The Google-owned antivirus service VirusTotal detected a malicious Word document uploaded on 25 May from a Belarusian IP address on its website that was uploaded on the weekend.  As a result of Kevin Beaumont's analysis, he discovered that despite macros being disabled, the malicious document - or "malloc" - was able to generate code through the legitimate Microsoft Support Diagnostic Tool (msdt.exe) despite the fact that macros were enabled. 

MSDT is accessed through the ms-msdt URL protocol in Windows from the malicious Word document in order to execute the malware. There is now a "troubleshooter pack" available for download from the MSDT website.  Using malicious Microsoft Word documents, North Koreans are attempting to steal sensitive information from Russian targets by exploiting the weaknesses in the security software. 

A Fortinet researcher named Cara Lin made the following observation about how a group called Konni (although there are so many similarities between it and Kimsuky aka APT43 that it is also possible that it could be this group) attempted to deliver a malicious Russian-language Microsoft document in the form of an attachment. This malware has the appearance of a macro, which is typical of malware that is downloaded as a file. 

According to the document that is being distributed, there is an article in the Russian language, which apparently describes Western assessments on the progress of the Special Military Operation. It is noted in the piece that The Hacker News commented that Konni is a "notable" application for its anti-Russian values.  

A majority of the time, the group would engage in spear-phishing emails and malicious documents in an attempt to gain access to targets' endpoints, which was done by spear-phishing. It has been reported that earlier attacks taken advantage of a vulnerability in WinRAR (CVE-2023-38831) were spotted by cybersecurity researchers Knowsec and ThreatMon, it has been reported. 

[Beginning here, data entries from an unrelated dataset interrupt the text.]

//! Sampling grids on the sphere: the equirectangular display grid and a near-uniform point set.

use super::Direction;
use std::f64::consts::PI;
use std::fmt;

/// Largest width or height accepted (keeps tables bounded; 0.01° steps).
pub const MAX_GRID_SIDE: usize = 36_000;

/// Why a grid could not be made.
#[derive(Clone, Debug, PartialEq)]
pub enum GridError {
    /// Width or height is zero or above [`MAX_GRID_SIDE`].
    BadSize { width: usize, height: usize },
    /// The angular step is not a finite number in (0, 180] degrees.
    BadStep { step_deg: f64 },
    /// A point set needs at least one point.
    NoPoints,
}

impl fmt::Display for GridError {
    fn fmt(&self, f: &mut fmt::Formatter<'_>) -> fmt::Result {
        match self {
            GridError::BadSize { width, height } => write!(
                f,
                "equirectangular grid {width}x{height}: width and height must be 1..={MAX_GRID_SIDE}"
            ),
            GridError::BadStep { step_deg } => {
                write!(f, "grid step {step_deg}° must be finite and in (0, 180]")
            }
            GridError::NoPoints => write!(f, "a sphere point set needs at least one point"),
        }
    }
}

impl std::error::Error for GridError {}

/// Equirectangular grid of `height` rows by `width` columns, sampled at pixel centres.
///
/// - Row r (0 = top) has elevation 90 − (r+0.5)·180/H degrees.
/// - Column c has azimuth 180 − (c+0.5)·360/W degrees: column 0 is just left of behind, the
///   front (0°) is in the centre, left (+90°) is left of centre — a 360° video frame as seen
///   from the listener.
///
/// Maps on this grid are row-major: value of (row, col) at `row * width + col`.
#[derive(Clone, Copy, Debug, PartialEq, Eq, Hash)]
pub struct EquirectGrid {
    width: usize,
    height: usize,
}

impl EquirectGrid {
    /// A grid of any resolution; both sides in 1..=[`MAX_GRID_SIDE`].
    pub fn new(width: usize, height: usize) -> Result<Self, GridError> {
        if width == 0 || height == 0 || width > MAX_GRID_SIDE || height > MAX_GRID_SIDE {
            return Err(GridError::BadSize { width, height });
        }
        Ok(Self { width, height })
    }

    /// Grid with (about) `step_deg` degrees per pixel: width round(360/step), height
    /// round(180/step), each at least 1. A step that divides 180 gives exact steps.
    pub fn with_step_deg(step_deg: f64) -> Result<Self, GridError> {
        if !step_deg.is_finite() || step_deg <= 0.0 || step_deg > 180.0 {
            return Err(GridError::BadStep { step_deg });
        }
        let width = (360.0 / step_deg).round().max(1.0);
        let height = (180.0 / step_deg).round().max(1.0);
        if width > MAX_GRID_SIDE as f64 || height > MAX_GRID_SIDE as f64 {
            return Err(GridError::BadStep { step_deg });
        }
        Self::new(width as usize, height as usize)
    }

    /// Number of columns.
    pub fn width(&self) -> usize {
        self.width
    }

    /// Number of rows.
    pub fn height(&self) -> usize {
        self.height
    }

    /// Number of pixels, width × height.
    pub fn len(&self) -> usize {
        self.width * self.height
    }

    /// Always false (a grid has at least one pixel); present for API symmetry with `len`.
    pub fn is_empty(&self) -> bool {
        false
    }

    /// Column step in degrees of azimuth, 360/W.
    pub fn azimuth_step_deg(&self) -> f64 {
        360.0 / self.width as f64
    }

    /// Row step in degrees of elevation, 180/H.
    pub fn elevation_step_deg(&self) -> f64 {
        180.0 / self.height as f64
    }

    /// Elevation in degrees of the centre of `row` (continuous rows allowed).
    pub fn elevation_deg(&self, row: f64) -> f64 {
        90.0 - (row + 0.5) * self.elevation_step_deg()
    }

    /// Azimuth in degrees of the centre of `col` (continuous columns allowed; not wrapped).
    pub fn azimuth_deg(&self, col: f64) -> f64 {
        180.0 - (col + 0.5) * self.azimuth_step_deg()
    }

    /// Direction of the centre of pixel (`row`, `col`).
    pub fn direction(&self, row: usize, col: usize) -> Direction {
        self.direction_at(row as f64, col as f64)
    }

    /// Direction at continuous pixel coordinates, where integer values are pixel centres
    /// (the inverse of [`pixel_of`](Self::pixel_of)). Elevation is clamped to ±90°.
    pub fn direction_at(&self, row: f64, col: f64) -> Direction {
        Direction::new(self.azimuth_deg(col), self.elevation_deg(row))
    }

    /// Continuous pixel coordinates (row, col) of `direction`; pixel centres are integers.
    /// row is in [−0.5, H−0.5]; col is wrapped into [−0.5, W−0.5).
    pub fn pixel_of(&self, direction: Direction) -> (f64, f64) {
        let row = (90.0 - direction.elevation_deg) / self.elevation_step_deg() - 0.5;
        let w = self.width as f64;
        let col = ((180.0 - direction.azimuth_deg) / self.azimuth_step_deg()).rem_euclid(w) - 0.5;
        (row, col)
    }

    /// Solid angle in steradians of one pixel of `row`: the exact area of its latitude band,
    /// 2π·(sin el_top − sin el_bottom), split over W columns. All pixels together give 4π.
    pub fn solid_angle_sr(&self, row: usize) -> f64 {
        let step = self.elevation_step_deg();
        let top = (90.0 - row as f64 * step).to_radians().sin();
        let bottom = (90.0 - (row + 1) as f64 * step).to_radians().sin();
        2.0 * PI * (top - bottom) / self.width as f64
    }
}

/// Near-uniform point set on the sphere (Fibonacci spiral), each point carrying 4π/n sr.
#[derive(Clone, Debug, PartialEq)]
pub struct SphereGrid {
    points: Vec<Direction>,
}

impl SphereGrid {
    /// `count` points on the golden-angle spiral with z_k = 1 − (2k+1)/count, so every point
    /// stands for an equal-area band.
    pub fn fibonacci(count: usize) -> Result<Self, GridError> {
        if count == 0 {
            return Err(GridError::NoPoints);
        }
        let golden_angle_deg = 180.0 * (3.0 - 5f64.sqrt());
        let points = (0..count)
            .map(|k| {
                let z = 1.0 - (2 * k + 1) as f64 / count as f64;
                Direction::new(
                    k as f64 * golden_angle_deg,
                    z.clamp(-1.0, 1.0).asin().to_degrees(),
                )
            })
            .collect();
        Ok(Self { points })
    }

    /// The points, in spiral order from top to bottom.
    pub fn points(&self) -> &[Direction] {
        &self.points
    }

    /// Number of points.
    pub fn len(&self) -> usize {
        self.points.len()
    }

    /// Always false (constructors refuse empty sets).
    pub fn is_empty(&self) -> bool {
        self.points.is_empty()
    }

    /// Quadrature weight of every point in steradians, 4π/n.
    pub fn weight_sr(&self) -> f64 {
        4.0 * PI / self.points.len() as f64
    }
}

#[cfg(test)]
mod tests {
    use super::*;

    #[test]
    fn layout_and_round_trip() {
        let grid = EquirectGrid::with_step_deg(2.0).unwrap();
        assert_eq!((grid.width(), grid.height()), (180, 90));
        // Front is in the centre, left of centre is positive azimuth.
        let (row, col) = grid.pixel_of(Direction::new(0.0, 0.0));
        assert!((row - 44.5).abs() < 1e-12 && (col - 89.5).abs() < 1e-12);
        let (_, col_left) = grid.pixel_of(Direction::new(90.0, 0.0));
        assert!(col_left < col);
        let d = grid.direction(10, 3);
        let (r, c) = grid.pixel_of(d);
        assert!((r - 10.0).abs() < 1e-9 && (c - 3.0).abs() < 1e-9);
        // Column 0 sits just left of behind; its left neighbour wraps to the last column.
        let (_, c) = grid.pixel_of(grid.direction_at(0.0, -1.0));
        assert!((c - 179.0).abs() < 1e-9);
    }

    #[test]
    fn solid_angles_sum_to_four_pi() {
        for grid in [
            EquirectGrid::new(7, 5).unwrap(),
            EquirectGrid::with_step_deg(1.0).unwrap(),
        ] {
            let total: f64 = (0..grid.height())
                .map(|r| grid.solid_angle_sr(r) * grid.width() as f64)
                .sum();
            assert!((total - 4.0 * PI).abs() < 1e-12);
        }
    }

    #[test]
    fn rejects_bad_sizes() {
        assert!(EquirectGrid::new(0, 10).is_err());
        assert!(EquirectGrid::with_step_deg(f64::NAN).is_err());
        assert!(EquirectGrid::with_step_deg(0.0).is_err());
        assert!(SphereGrid::fibonacci(0).is_err());
    }

    #[test]
    fn fibonacci_points_have_zero_mean() {
        // An equal-weight near-uniform set integrates the linear functions x, y, z to ~0.
        let grid = SphereGrid::fibonacci(2000).unwrap();
        let mut sum = [0.0; 3];
        for p in grid.points() {
            let v = p.to_cartesian();
            for k in 0..3 {
                sum[k] += v[k] / grid.len() as f64;
            }
        }
        assert!(sum.iter().all(|s| s.abs() < 1e-3), "{sum:?}");
    }
}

A major objective of Konni is to smuggle data and conduct espionage activities around the world, as reported by ThreatMon. During this process, the group uses a wide array of malware and tools in order to accomplish its objectives, frequently adapting its tactics in order to avoid detection by the authorities. The sabotage of Russian firms by North Korean hackers is not the first instance on which we have seen similar attacks.